Italy Blocks Artificial Intelligence Bot ChatGPT over Privacy Concerns

In this photo illustration a ChatGPT logo seen displayed on a smartphone screen and a flag
Nikolas Kokovlis/NurPhoto via Getty Images

The Italian government’s data protection agency has announced that the artificial intelligence bot ChatGPT will be banned from the country until it complies with regulations on data privacy.

Italy’s Guarantor for the Protection of Personal Data announced on Friday that OpenAI, the Silicon Valley tech company behind the ChatGPT software application used to simulate and process human-like conversations, will be temporarily banned from accessing Italian user data through which it develops its algorithms and machine learning until it complies with privacy regulations.

The regulator went on to say that it has opened up an investigation in response to an alleged data breach “regarding user conversations and information related to the payment of subscribers to the paid service.”

OpenAI was accused by the Privacy Guarantor of a lack of transparency to its users and other interested parties in terms of the data collects, and claimed that there is no legal justification for the program to sweep up massive swaths of data from the internet in order for its algorithm to be trained to mimic human responses to prompts.

In addition, the Italian regulators said that the tech company has contravened its own terms of service for ChatGPT, in that while the service is directed towards those over the age of 13-years-old, there are no age verification filters to prevent young children from accessing the programme.

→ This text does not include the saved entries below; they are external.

# ---------------------------------------------------------------------------------------------
# error-map regions: numbered by the diagnosis, read (not found again) by the report
# ---------------------------------------------------------------------------------------------
def _classes() -> np.ndarray:
    T = 96
    cls = np.full((T, T), FINE, np.uint8)
    cls[:, 90:] = OFF
    cls[10:30, 10:40] = GEOMETRY                       # a block
    yy, xx = np.mgrid[:T, :T]
    ring = (np.hypot(yy - 60, xx - 60) < 18) & (np.hypot(yy - 60, xx - 60) > 11)
    cls[ring] = UNCOVERED                              # a ring: its label must sit on the ring
    cls[5:8, 70:73] = TEXTURE                          # 9 texels of 8640: just above 0.1 %, kept
    cls[80:82, 5:6] = TEXTURE                          # 2 texels: dropped (< 0.1 % of the surface)
    cls[40:44, 5:9] = GEOMETRY                         # a second, smaller block
    return cls


def _numbered(cls: np.ndarray, verdict: str = "ready"):
    from featuretex.diagnose.numbered import number_regions

    T = cls.shape[0]
    yy, xx = np.mgrid[:T, :T]
    pos = np.stack([xx, yy, np.zeros_like(xx)], -1).astype(np.float32)   # a texel's position = its (col, row)
    return number_regions(cls, (cls != OFF).astype(np.float64), pos, np.zeros(cls.shape, bool),
                          np.full(cls.shape, np.nan, np.float32), verdict, per_class=10)


def test_numbered_regions_match_scikit_image_regionprops():
    from skimage.measure import label, regionprops

    cls = _classes()
    got = _numbered(cls)
    surface = float((cls != OFF).sum())
    want = []
    # scikit-image's 8-connected labelling (connectivity=2) is the reference; within a class the
    # largest come first, classes in the order geometry, texture, uncovered
    for code in (GEOMETRY, TEXTURE, UNCOVERED):
        props = [p for p in regionprops(label(cls == code, connectivity=2)) if p.area / surface >= 0.001]
        want += [(code, tuple(int(b) for b in p.bbox), p.area / surface) for p in sorted(props, key=lambda p: -p.area)]
    boxes = []
    for r in got:
        rows, cols = np.nonzero(r.mask)
        boxes.append((r.code, (rows.min(), cols.min(), rows.max() + 1, cols.max() + 1)))
    assert boxes == [(c, b) for c, b, _ in want]
    assert [r.share for r in got] == pytest.approx([s for _, _, s in want], rel=1e-12)
    assert [r.number for r in got] == list(range(1, len(got) + 1))
    lead = _numbered(cls, "rescan")                    # the verdict's class leads
    assert lead[0].code == UNCOVERED
    for r in got:                                      # the marker is a texel of the region, even on the ring
        col, row = int(r.marker[0]), int(r.marker[1])
        assert r.mask[row, col], f"marker of region {r.number} lies outside it"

ChatGPT provides “absolutely unsuitable answers with respect to their degree of development and self-awareness,” the privacy watchdog said of children using the AI bot.

The privacy regulator went on to demand that OpenAI “communicate within 20 days the measures undertaken” in order to come in compliance with regulations or risk facing a fine of 20 million euros or 4 per cent of its global turnover.

The move from the Italian government comes just days after a report from the European Union Agency for Law Enforcement Cooperation (Europol), which warned of potential criminal applications of the artificial intelligence application.

Europe warned that ChatGPT could be a potential boon to fraudsters, saying: “ChatGPT’s ability to draft highly realistic text makes it a useful tool for phishing purposes. The ability of LLMs to re-produce language patterns can be used to impersonate the style of speech of specific individuals or groups. This capability can be abused at scale to mislead potential victims into placing their trust in the hands of criminal actors.”

The European Union’s law enforcement agency went on to warn that because of its ability to produce “authentic sounding text at speed and scale” also makes it ideal for spreading propaganda and disinformation.

Finally, Europol said that because in addition to replicating human speech ChatGPT is also adept at producing programming code, cybercriminals could exploit the programme to deploy hacking and other malicious cybercrimes even if the criminals themselves have limited technological know-how.